- Exercise
For the string "hold", work out how many lines of the data contain it and give that number with nothing added.

- Data supplied
def test_a_first_update_tries_again_more_slowly_and_stores_nothing_if_it_must_roll_back(tmp_path):
    report = update(tmp_path / "arm", clouds(FIRST), plan=PLANS["wa"], trainer=Reckless(2))
    assert (report.status, report.generation, report.carryover) == (UpdateStatus.ROLLED_BACK, None, None)
    rates = [one["settings"]["learning_rate"] for one in (*report.entry["earlier_tries"], report.entry)]
    assert rates == pytest.approx([0.02, 0.002])
    assert DeviceFolder(tmp_path / "arm").numbers() == []
    report = update(tmp_path / "arm", clouds(FIRST), plan=PLANS["wa"], trainer=Reckless(1))
    assert (report.status, report.generation) == (UpdateStatus.KEPT, 1)


def test_with_no_check_rows_only_divergence_counts(tmp_path, forecasters):
    # Four rows of a class are too few to hold one back.
    update(tmp_path / "arm", clouds(FIRST, rows=4), plan=PLANS["ewc"])
    report = update(tmp_path / "arm", clouds(SECOND, rows=4), forecaster=forecasters["ewc"], settings=FORGETFUL)
    assert report.entry["kept"]
    assert report.entry["achieved"] == {"old": None, "new": None, "all": None, "old_before": None, "rows": 0}


# --- input that breaks a rule ---------------------------------------------------------------------------------------

@pytest.mark.parametrize("arguments, line", [
    ({"increment": clouds(SECOND, features=5)}, "increment: must have 6 features as before; received 5"),
    ({"increment": clouds([1, 2])}, "y: must hold text as before"),
    ({"plan": Plan("ewc", 9)}, "plan: must stay as the first update fixed it"),
    ({"plan": Plan("other")}, "method: must be one of"),
    ({"settings": Settings(7.0, 1.0)}, "learning_rate: must be a number from"),
    ({"settings": Settings(0.1, 1.0, 20)}, "kept_per_class: must be None"),
    ({"retries": -1}, "retries: must be a whole number"),
    ({"most_lost": 1.5}, "most_lost: must be a number from 0 to 1"),
    ({"most_lost_by_class": float("nan")}, "most_lost_by_class: must be a number"),
    ({"seed": -1}, "seed: must be a whole number"),
])
def test_bad_input_is_one_line_and_changes_nothing(started, forecasters, arguments, line):
    folder = started()
    before = DeviceFolder(folder).read().checksum
    with pytest.raises(InputError, match=line):
        update(folder, **{"increment": clouds(SECOND), "forecaster": forecasters["ewc"], **arguments})
    assert DeviceFolder(folder).read().checksum == before and DeviceFolder(folder).numbers() == [1]


def test_a_forecaster_for_another_method_is_refused(started, forecasters):
    with pytest.raises(InputError, match="forecaster: must be one for ewc, the method of the plan; received wa"):
        update(started(), clouds(SECOND), forecaster=forecasters["wa"])


@pytest.mark.parametrize("head", [{}, {"weights": np.zeros(3)}, {"output_weights": np.zeros((8, 2), np.float32)},
                                  {"output_weights": np.zeros((6, 2), np.float32),
                                   "output_bias": np.zeros((1, 2), np.float32)}])
def test_a_head_of_another_trainer_is_refused(started, forecasters, head):
    folder = DeviceFolder(started())
    with folder.locked():
        generation = folder.read()
        folder.store(replace(generation.carryover, head=head), generation.history)
    with pytest.raises(InputError, match="must hold a head that HeadTrainer scores a row with"):
        update(folder, clouds(SECOND), forecaster=forecasters["ewc"])


def test_a_first_update_needs_a_plan_and_makes_no_folder_without(tmp_path):
    with pytest.raises(InputError, match="make a first update, with a plan"):
        update(tmp_path / "arm", clouds(FIRST))
    with pytest.raises(InputError, match="passes"):
        update(tmp_path / "arm", clouds(FIRST), plan=Plan(passes=0))
    assert not (tmp_path / "arm").exists()


def test_the_plan_may_be_repeated(started, forecasters):
    report = update(started(), clouds(SECOND), plan=PLANS["ewc"], forecaster=forecasters["ewc"], settings=IDLE)
    assert report.entry["kept"]


def test_an_update_while_another_is_at_work_is_refused(started, forecasters):
    folder = started()
    with DeviceFolder(folder).locked(), pytest.raises(FolderBusy):
        update(folder, clouds(SECOND), forecaster=forecasters["ewc"])


# --- the lower storey -----------------------------------------------------------------------------------------------

NUMPY_ALONE = """
import sys

UPPER = {"scipy", "sklearn", "lightgbm", "joblib", "pandas", "matplotlib", "pyarrow", "PIL"}

class Blocked:
    def find_spec(self, name, path=None, target=None):
        if name.split(".")[0] in UPPER or name.startswith("hyperforecast.workshop"):
            raise ModuleNotFoundError(f"no {name} on a device", name=name)

sys.meta_path.insert(0, Blocked())
import numpy as np
from hyperforecast import GrowingClassifier, advise
from hyperforecast.device import update
from hyperforecast.forecasting import load_forecaster
from hyperforecast.increments import read_increment
from hyperforecast.settings import Plan

folder, forecaster, *files = sys.argv[1:]
for number, file in enumerate(files):
    report = update(folder, read_increment(file), plan=None if number else Plan("wa", 8, 4, 16, 120),
                    forecaster=load_forecaster(forecaster), most_lost=1, most_lost_by_class=1)
    print(report.status.name, report.advice is not None and [str(reason) for reason in report.advice.reasons] != None)
first, second = map(read_increment, files[:2])
classifier = GrowingClassifier(forecaster=forecaster).partial_fit(first.X, first.y)
print(advise(classifier, second.X, second.y).settings.as_dict().keys() == report.advice.settings.as_dict().keys())
assert not UPPER & {name.split(".")[0] for name in sys.modules}
"""


def test_advice_and_updates_need_numpy_alone(tmp_path, forecasters):
    save_forecaster(tmp_path / "f.forecaster", forecasters["wa"])
    files = []
    for number, labels in enumerate((FIRST, SECOND, THIRD)):
        increment = clouds(labels, seed=number)
        files.append(str(tmp_path / f"{number}.npz"))
        np.savez(files[-1], X=increment.X, y=increment.y)
    run = subprocess.run([sys.executable, "-W", "error", "-c", NUMPY_ALONE, str(tmp_path / "arm"),
                          str(tmp_path / "f.forecaster"), *files], capture_output=True, text=True, env=ONE_THREAD)
    assert run.returncode == 0, run.stderr
    assert run.stdout.split() == ["KEPT", "False", "KEPT", "True", "KEPT", "True", "True"]
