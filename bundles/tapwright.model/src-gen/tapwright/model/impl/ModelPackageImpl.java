/**
 * SPDX-License-Identifier: EPL-2.0
 * Generated from model/tapwright.ecore: change the model, then run releng/generate-model.
 */
package tapwright.model.impl;

import org.eclipse.emf.ecore.EAttribute;
import org.eclipse.emf.ecore.EClass;
import org.eclipse.emf.ecore.EDataType;
import org.eclipse.emf.ecore.EEnum;
import org.eclipse.emf.ecore.EPackage;
import org.eclipse.emf.ecore.EReference;

import org.eclipse.emf.ecore.impl.EPackageImpl;

import tapwright.model.AddsRequirement;
import tapwright.model.AliasRejectionRequirement;
import tapwright.model.Arithmetic;
import tapwright.model.BandDesign;
import tapwright.model.Baseline;
import tapwright.model.BaselineEntry;
import tapwright.model.BinomialDesign;
import tapwright.model.BulkDelayRequirement;
import tapwright.model.CicCompensatorDesign;
import tapwright.model.CoefficientWordRequirement;
import tapwright.model.Coefficients;
import tapwright.model.CombDesign;
import tapwright.model.ComplementDesign;
import tapwright.model.ConstrainedLeastSquaresDesign;
import tapwright.model.Decimation;
import tapwright.model.Decision;
import tapwright.model.Deployment;
import tapwright.model.Design;
import tapwright.model.DesignBand;
import tapwright.model.EquirippleDesign;
import tapwright.model.Evidence;
import tapwright.model.ExactGainRequirement;
import tapwright.model.Expansion;
import tapwright.model.Filter;
import tapwright.model.FilterStage;
import tapwright.model.Format;
import tapwright.model.GainRequirement;
import tapwright.model.GivenDesign;
import tapwright.model.GroupDelayRequirement;
import tapwright.model.GroupDelayVariationRequirement;
import tapwright.model.HalfBandDesign;
import tapwright.model.ImpulseTailRequirement;
import tapwright.model.InputClass;
import tapwright.model.IntegerCoefficients;
import tapwright.model.Interpolation;
import tapwright.model.LagrangeDelayDesign;
import tapwright.model.LeastSquaresDesign;
import tapwright.model.LimitPoint;
import tapwright.model.LinearPhaseRequirement;
import tapwright.model.LinearProgramDesign;
import tapwright.model.MaximallyFlatDesign;
import tapwright.model.MemoryRequirement;
import tapwright.model.MinimumPhaseDesign;
import tapwright.model.ModelFactory;
import tapwright.model.ModelPackage;
import tapwright.model.MovingAverageDesign;
import tapwright.model.MultipliesRequirement;
import tapwright.model.MultiplyRateRequirement;
import tapwright.model.NoOverflowRequirement;
import tapwright.model.NonNegativeAmplitudeRequirement;
import tapwright.model.NullRequirement;
import tapwright.model.OutputNoiseRequirement;
import tapwright.model.Overflow;
import tapwright.model.Parameter;
import tapwright.model.PhaseType;
import tapwright.model.Portfolio;
import tapwright.model.PowerComplementaryRequirement;
import tapwright.model.Processor;
import tapwright.model.PulseGain;
import tapwright.model.RaisedCosineDesign;
import tapwright.model.RealCoefficients;
import tapwright.model.Requirement;
import tapwright.model.Result;
import tapwright.model.Revision;
import tapwright.model.Rounding;
import tapwright.model.SavitzkyGolayDesign;
import tapwright.model.Severity;
import tapwright.model.Side;
import tapwright.model.SignOff;
import tapwright.model.SignalPath;
import tapwright.model.Stage;
import tapwright.model.StepOvershootRequirement;
import tapwright.model.StepSettlingRequirement;
import tapwright.model.StepUndershootRequirement;
import tapwright.model.Structure;
import tapwright.model.TapsRequirement;
import tapwright.model.Unit;
import tapwright.model.Verdict;
import tapwright.model.WindowDesign;
import tapwright.model.WindowKind;
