// SPDX-License-Identifier: EPL-2.0
package tapwright.core.exchange.export;

import java.math.BigInteger;
import java.util.ArrayList;
import java.util.Arrays;
import java.util.List;
import java.util.Random;

import tapwright.dsp.arithmetic.Arithmetic;
import tapwright.dsp.arithmetic.BitTrue;
import tapwright.dsp.arithmetic.NodeRange;
import tapwright.dsp.arithmetic.NumberFormat;
import tapwright.dsp.arithmetic.OverflowBounds;
import tapwright.dsp.exact.ExactTaps;

/**
 * Samples that bring a filter to its limits, and what the simulation makes of them: an impulse, the inputs that drive the output
 * to either end of its range, alternating full scale, and noise.
 *
 * @param input
 *            integers of the input format
 * @param output
 *            integers in steps of the output
 */
record TestVectors(List<BigInteger> input, List<BigInteger> output) {

	private static final int NOISE = 256;

	static TestVectors of(ExactTaps taps, Arithmetic arithmetic) {
		NumberFormat format = arithmetic.input().orElseThrow();
		var input = new ArrayList<BigInteger>();
		input.add(format.max());
		pause(taps, input);
		var bounds = new OverflowBounds(taps, arithmetic);
		NodeRange output = bounds.nodes().getLast();
		for (boolean largest : new boolean[] { true, false }) {
			align(arithmetic, input);
			input.addAll(Arrays.asList(bounds.worstInput(output, largest)));
			pause(taps, input);
		}
		for (int n = 0; n < taps.length(); n++) {
			input.add(n % 2 == 0 ? format.max() : format.min());
		}
		var random = new Random(1); // its sequence is specified, so that exported files stay the same
		for (int n = 0; n < NOISE; n++) {
			input.add(new BigInteger(format.word(), random).add(format.min()));
		}
		var filter = new BitTrue(taps, arithmetic);
		return new TestVectors(List.copyOf(input), List.of(filter.filter(input.toArray(BigInteger[]::new))));
	}

	private static void pause(ExactTaps taps, List<BigInteger> input) {
		for (int n = 0; n < taps.length(); n++) {
			input.add(BigInteger.ZERO);
		}
	}

	// A worst input is counted from a sample that a decimator computes an output for.
	private static void align(Arithmetic arithmetic, List<BigInteger> input) {
		while (input.size() % arithmetic.decimation() != 0) {
			input.add(BigInteger.ZERO);
		}
	}
}
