// SPDX-License-Identifier: EPL-2.0
/**
 * Coefficients for firmware and logic design. Texts are written by the plain files in the folder 'templates'; the same filter
 * gives the same bytes everywhere.
 */
package tapwright.core.exchange.export;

- Your response
3